Bill does his best to puncture the boredom of smugness with tacks of wit. He took a dubious phrase from a previous post of mine, “chapatsu slappers” (women of easy virtue with dyed brown hair), shortened and Japanesed it to “chappa surappa”, and taught it to his daughters, who now with glee will point to some hapless stiletto-heeled, bustiered, and chestnut-locked lass and shout in unison in their perfectly modulated Japanese, “Are wa chappa surappa?” Is that a tart? No one understands, though, and the tranquility seeps back to stifle once more.

You know what the fellow said—in Italy, for thirty years under the Borgias, they had warfare, terror, murder and bloodshed, but they produced Michelangelo, Leonardo da Vinci, and the Renaissance. In Switzerland, they had brotherly love, they had five hundred years of democracy and peace—and what did that produce? The cuckoo clock.

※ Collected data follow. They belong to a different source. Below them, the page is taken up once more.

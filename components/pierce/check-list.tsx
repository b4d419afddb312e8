import { checkStateText } from '@/components/text/pierce.ts';
import { roles } from '@/components/theme/roles.ts';
import { Mark } from '@/components/ui/mark.tsx';
import { Row, Stack } from '@/components/ui/stack.tsx';
import { Body } from '@/components/ui/text.tsx';
import type { Check } from '@/shared/strategies.ts';

const tone = { ok: roles.good, caution: roles.hot, wrong: roles.wrong } as const;
const order = { wrong: 0, caution: 1, ok: 2 } as const;

/** What the checks found, the worst first; each with its sign and a sentence. */
export function CheckList({ checks, large = false }: { checks: readonly Check[]; large?: boolean }) {
  return (
    <Stack gap="s">
      {[...checks]
        .sort((a, b) => order[a.state] - order[b.state])
        .map((check) => (
          <Row key={check.id} gap="m" align="flex-start" wrap={false}>
            <span
              role="img"
              aria-label={checkStateText[check.state]}
              style={{ color: tone[check.state], display: 'inline-flex', paddingTop: 1 }}
            >
              <Mark name={check.state} />
            </span>
            <Stack grow>
              <Body large={large}>{check.sentence}</Body>
            </Stack>
          </Row>
        ))}
    </Stack>
  );
}
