import { jwtVerify, SignJWT } from 'jose';
import { createHash, createHmac, randomBytes } from 'node:crypto';

/** What the cookie carries: a signed token around a random id. The signature keeps guesses away from the database; the row decides. */
export type Tokens = {
  make(expiresAt: Date): Promise<{ token: string; hash: string }>;
  /** SHA-256 of the token’s random id, hex: the key of its session’s row. Null when it is forged, torn or too old. */
  hashOf(token: string): Promise<string | null>;
  /** Keyed hash of a mail or network address, for counting tries without keeping whose they were. */
  keyOf(kind: 'account' | 'address', value: string): string;
};

const algorithm = 'HS256';
const audience = 'cinderpath';

export function createTokens(secret: string): Tokens {
  const key = new TextEncoder().encode(secret);
  return {
    make: async (expiresAt) => {
      const id = randomBytes(32).toString('base64url');
      const token = await new SignJWT({ sid: id })
        .setProtectedHeader({ alg: algorithm })
        .setAudience(audience)
        .setIssuedAt()
        .setExpirationTime(Math.floor(expiresAt.getTime() / 1000))
        .sign(key);
      return { token, hash: sha256(id) };
    },
    hashOf: async (token) => {
      try {
        const { payload } = await jwtVerify(token, key, { algorithms: [algorithm], audience });
        return typeof payload.sid === 'string' ? sha256(payload.sid) : null;
      } catch {
        return null;
      }
    },
    keyOf: (kind, value) => createHmac('sha256', key).update(kind).update('\0').update(value).digest('hex'),
  };
}

const sha256 = (text: string) => createHash('sha256').update(text).digest('hex');
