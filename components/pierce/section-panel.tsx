import { useMemo, useState } from 'react';
import { View } from 'react-native';
import { useLayout } from '@/components/theme/layout.ts';
import { space } from '@/components/theme/space.ts';
import { knotText } from '@/components/text/pierce-designer.ts';
import {
  explainText,
  resultLabel,
  resultValue,
  type Explained,
  type ResultName,
} from '@/components/text/pierce-explain.ts';
import {
  conditionWords,
  laneText,
  nozzleWords,
  revisionText,
  sectionText,
  thicknessRangeText,
} from '@/components/text/pierce.ts';
import { Choice } from '@/components/ui/choice.tsx';
import { FigureButton } from '@/components/ui/figure-button.tsx';
import { Panel } from '@/components/ui/panel.tsx';
import { Sheet } from '@/components/ui/sheet.tsx';
import { Stack } from '@/components/ui/stack.tsx';
import { Small } from '@/components/ui/text.tsx';
import { useUnitSystem } from '@/components/ui/unit-system.ts';
import type { NozzleRow } from '@/shared/machines.ts';
import type { StrategyContent } from '@/shared/strategies.ts';
import type { MachineProfile, Nozzle } from '@/strategy/machine.ts';
import { DEFAULT_RESERVE_RULES, type ReserveRules, type Stage } from '@/strategy/pierce/index.ts';
import { quantityText } from '@/strategy/units/index.ts';
import { ExplainDialog, ResultGrid } from './explain.tsx';
import type { Ghost } from './ghost.ts';
import { KnotEditor } from './knot-editor.tsx';
import type { KnotEditing } from './knot-editing.ts';
import { targetMoved, targetValue, type Target } from './knots.ts';
import { laneNames, type LaneName } from './section-layout.ts';
import { SectionView } from './section-view.tsx';
import { useFrameState } from './use-frame-state.web.ts';
import { predicted, type LivePrediction } from './use-prediction.ts';

/** What the drawing changes when something in it is moved. */
export type SectionEdit = {
  readonly profile: MachineProfile;
  readonly nozzle: Nozzle;
  readonly onStages: (change: (stages: readonly Stage[]) => readonly Stage[], field: string) => void;
  readonly onSettle: () => void;
  readonly onChoose: (stage: number) => void;
};

type SectionPanelProps = {
  live: LivePrediction;
  /** As it stands on the screen, for the title block. */
  content: StrategyContent;
  machine: { name: string; revisionNumber: number } | null;
  nozzle: (Nozzle & Pick<NozzleRow, 'name'>) | null;
  chosen: number | null;
  ghosts?: readonly Ghost[];
  /** Null where the numbers can't be changed now. */
  edit?: SectionEdit | null;
  /** The least reserves the plant asks for. */
  rules?: ReserveRules;
};

/** The section with its lanes, and the title block that says what it is of. On a phone one lane at a time. */
export function SectionPanel({
  live,
  content,
  machine,
  nozzle,
  chosen,
  ghosts,
  edit = null,
  rules = DEFAULT_RESERVE_RULES,
}: SectionPanelProps) {
  const { wide, width } = useLayout();
  const system = useUnitSystem();
  const [lane, setLane] = useState<LaneName>('meanPower');
  const [chosenTarget, setTarget] = useState<Target | null>(null);
  const [explained, setExplained] = useState<Explained | null>(null);
  const [preview, setPreview] = useFrameState<{ target: Target; value: number } | null>(null);

  const lanes = wide ? laneNames : [lane];
  // while something is dragged only this panel is drawn anew; the form gets the number when it is let go
  const dragged = useMemo(
    () => (preview && edit ? previewed(live, preview, edit, rules) : null),
    [live, preview, edit, rules],
  );
  const shown = dragged ?? live;
  const { prediction } = shown;
  const { stages } = shown.content;
  const inSight = (target: Target) => target.kind === 'duration' || lanes.includes(target.lane);
  const target =
    chosenTarget && inSight(chosenTarget) && targetValue(stages, chosenTarget) !== null ? chosenTarget : null;

  // the same while something is dragged, so that what isn't moved need not be drawn again
  const editing = useMemo<KnotEditing | undefined>(
    () =>
      edit
        ? {
            profile: edit.profile,
            target,
            onTarget: (next) => {
              setTarget(next);
              edit.onChoose(next.stage);
            },
            onPreview: setPreview,
            onCommit: (moved, value) =>
              edit.onStages((before) => targetMoved(before, moved, value), `knot ${JSON.stringify(moved)}`),
            onSettle: edit.onSettle,
          }
        : undefined,
    [edit, target, setPreview],
  );

  const from = { prediction, content: shown.content, nozzle, rules, system };
  const reserve = (name: 'reserveCold' | 'reserveHot') => {
    const value = resultValue(name, prediction, system);
    return (
      <FigureButton
        value={value}
        align={wide ? 'left' : 'right'}
        spoken={explainText.spoken(resultLabel[name], value)}
        onPress={() => setExplained({ name })}
      />
    );
  };
  return (
    <Stack gap="m">
      <Panel flush>
        <View style={{ padding: wide ? space.l : space.s, paddingBottom: space.s }}>
          <SectionView
            prediction={prediction}
            stages={stages}
            system={system}
            lanes={lanes}
            chosen={chosen}
            depth={wide ? 260 : 190}
            laneBox={wide ? 56 : 110}
            ghosts={ghosts}
            held={dragged ? live.content.stages : undefined}
            editing={editing}
          />
        </View>
        {editing && (
          <View style={{ padding: wide ? space.l : space.m, paddingTop: 0 }}>
            {target ? (
              <KnotEditor key={JSON.stringify(target)} {...{ editing, target, stages, system }} />
            ) : (
              <Small>{knotText.none}</Small>
            )}
          </View>
        )}
      </Panel>
      {!wide && (
        <Choice
          label={sectionText.lanes}
          // four words beside each other need this much
          kind={width < 372 ? 'list' : 'segments'}
          options={laneNames.map((name) => ({ value: name, label: laneText[name].short }))}
          value={lane}
          onChange={setLane}
        />
      )}
      <Stack gap="xs">
        <Small>{conditionWords(sectionText.coldAt(prediction.cold.plateTemperature, system), prediction.cold)}</Small>
        <Small>{conditionWords(sectionText.hotAt(prediction.hot.plateTemperature, system), prediction.hot)}</Small>
      </Stack>
      <Sheet
        label={revisionText.section}
        cells={[
          {
            label: revisionText.block.plate,
            value: `${content.gradeGroup}, ${thicknessRangeText(content.thickness, system)}`,
            share: 1.5,
          },
          ...(machine
            ? [
                {
                  label: revisionText.block.machine,
                  value: revisionText.block.machineRevision(machine.name, machine.revisionNumber),
                  share: 1.6,
                },
              ]
            : []),
          ...(nozzle ? [{ label: revisionText.block.nozzle, value: nozzleWords(nozzle, system), share: 1.5 }] : []),
          { label: revisionText.block.goodTo, value: quantityText(content.hottestPlate, 'temperature', system).text },
          { label: revisionText.block.cold, value: reserve('reserveCold') },
          { label: revisionText.block.hot, value: reserve('reserveHot') },
        ]}
      />
      <ResultGrid names={resultNames} from={from} onExplain={setExplained} />
      <ExplainDialog explained={explained} from={from} onClose={() => setExplained(null)} />
    </Stack>
  );
}

const resultNames: readonly ResultName[] = [
  'throughCold',
  'throughHot',
  'routine',
  'crater',
  'leadIn',
  'eruption',
  'meanPower',
  'peakPower',
  'energy',
  'pulses',
  'heatLeft',
  'oxygen',
];

/** The drawing as it would be if what is dragged were let go now; with the last prediction where the model can't follow. */
function previewed(
  live: LivePrediction,
  { target, value }: { target: Target; value: number },
  { profile, nozzle }: SectionEdit,
  rules: ReserveRules,
): LivePrediction {
  const stages = targetMoved(live.content.stages, target, value).map(({ duration, from, to }) => ({
    duration,
    from: { ...from },
    to: { ...to },
  }));
  const content = { ...live.content, stages };
  return { prediction: predicted(content, profile, nozzle, rules) ?? live.prediction, content, behind: false };
}
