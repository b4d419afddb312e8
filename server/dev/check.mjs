// `npm run check`: types, lint, format and the unit tests.
import { runChecks } from './checks.mjs';
import { ensurePackages } from './packages.mjs';
import { runCommand } from './say.mjs';
import { runTool } from './tool.mjs';

await runCommand(async () => {
  ensurePackages();
  const { failed } = await runChecks();
  const tests = await runTool('vitest', ['run', '--project', 'node', '--project', 'ui']);
  if (failed.length > 0 || tests !== 0) process.exitCode = 1;
});
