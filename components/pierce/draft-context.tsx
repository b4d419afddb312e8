import { createContext, use, type Dispatch, type ReactNode } from 'react';
import { InlineNumber } from '@/components/ui/inline-number.tsx';
import type { FocusScale } from '@/strategy/machine.ts';
import type { Dimension } from '@/strategy/units/index.ts';
import type { HistoryAction } from './draft-history.ts';
import type { Draft } from './draft.ts';

export type DraftEditing = {
  readonly draft: Draft;
  readonly dispatch: Dispatch<HistoryAction>;
  /** What is not right yet, by field. */
  readonly problems: ReadonlyMap<string, string>;
  readonly readOnly: boolean;
  /** How the chosen machine's dial reads; null until the machine is known. */
  readonly scale: FocusScale | null;
};

const Context = createContext<DraftEditing | null>(null);

export function DraftProvider({ value, children }: { value: DraftEditing; children: ReactNode }) {
  return <Context value={value}>{children}</Context>;
}

export function useDraft(): DraftEditing {
  const editing = use(Context);
  if (!editing) throw new Error('A draft field stands outside a draft.');
  return editing;
}

type DraftNumberProps = {
  /** Its name in the draft's problems. */
  field: string;
  label: string;
  dimension: Dimension;
  value: number;
  onValue: (si: number) => void;
  unit?: string;
  sign?: boolean;
};

/** A number of the draft, edited in place; its range is said beside it when it is left. */
export function DraftNumber({ field, ...rest }: DraftNumberProps) {
  const { draft, dispatch, problems, readOnly } = useDraft();
  return (
    <InlineNumber
      {...rest}
      unread={draft.typed[field]}
      onUnread={(text) => dispatch({ do: 'type', field, text })}
      error={problems.get(field)}
      readOnly={readOnly}
    />
  );
}
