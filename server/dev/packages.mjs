import { spawnSync } from 'node:child_process';
import fs from 'node:fs';
import path from 'node:path';
import { root, sourcesHash } from './folders.mjs';
import { say, seconds, SetupProblem } from './say.mjs';

const stamp = path.join(root, 'node_modules', '.installed-from');

/** Installs the packages when the lock file changed since the last time (or never was). Node built-ins only. */
export function ensurePackages() {
  const wanted = `${sourcesHash(['package-lock.json'])} node ${process.versions.modules}`;
  if (fs.existsSync(stamp) && fs.readFileSync(stamp, 'utf8') === wanted) return;
  const since = Date.now();
  say('Installing packages from the lock file: one to two minutes the first time …');
  const npm = process.env.npm_execpath;
  const [command, first] = npm?.endsWith('.js') ? [process.execPath, [npm]] : ['npm', []];
  const done = spawnSync(command, [...first, 'ci', '--no-audit', '--no-fund', '--loglevel=error'], {
    cwd: root,
    stdio: 'inherit',
  });
  if (done.status !== 0)
    throw new SetupProblem(
      'The packages could not be installed: see npm’s lines above. Is the npm registry reachable?',
    );
  fs.writeFileSync(stamp, wanted);
  say(`Packages installed in ${seconds(since)}.`);
}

With its mizuhiki cord craftwork and its puppet festival, Iida is not short of cuckoo clocks of its own. While the relationship between crime (presence or absence thereof) and culture (presence or absence thereof) is no doubt not as easily mappable as the words Orson Welles put into the mouth of Harry Lime in The Third Man imply, it’s fair to say that the cafés of Iida do not hum to the sound of aspiring scriptwriters crafting screenplays on their laptops, that the bars of Iida do not throng with bien-pensant wannabes deep in debate over polymorphous perversity (“No, no! Gender is a performative construct!”), the role of crocodiles in the Mesozoic ecosystem, or the proof of the Poincaré conjecture, fair to say that the air of Iida is not febrile with intellectual ferment.

We girded ourselves with barrel-bottom sake for “a brief nocturnal sample of the delights of Iida’s nearly extinct nightlife.” I was keen to renew my acquaintance with Cock,

a subterranean izakaya pub offering “multinational home cooking”, whose matchbox I treasure, much frequented by the in-crowd long ago, but we found its space had been usurped in 2006 by a hip-hop emporium, Club Rulez, so there was to be no Cock for us in Iida that night.

We dined on butter and batter with an old mutual friend in an almost chic restaurant whose other patrons, without exception, were Japanese men with Filipina consorts. The talk was of shrinking pay packets and shrinking enrolments, old bangers bought on the never-never, and diminished expectations—harsher winds blowing in the heartland.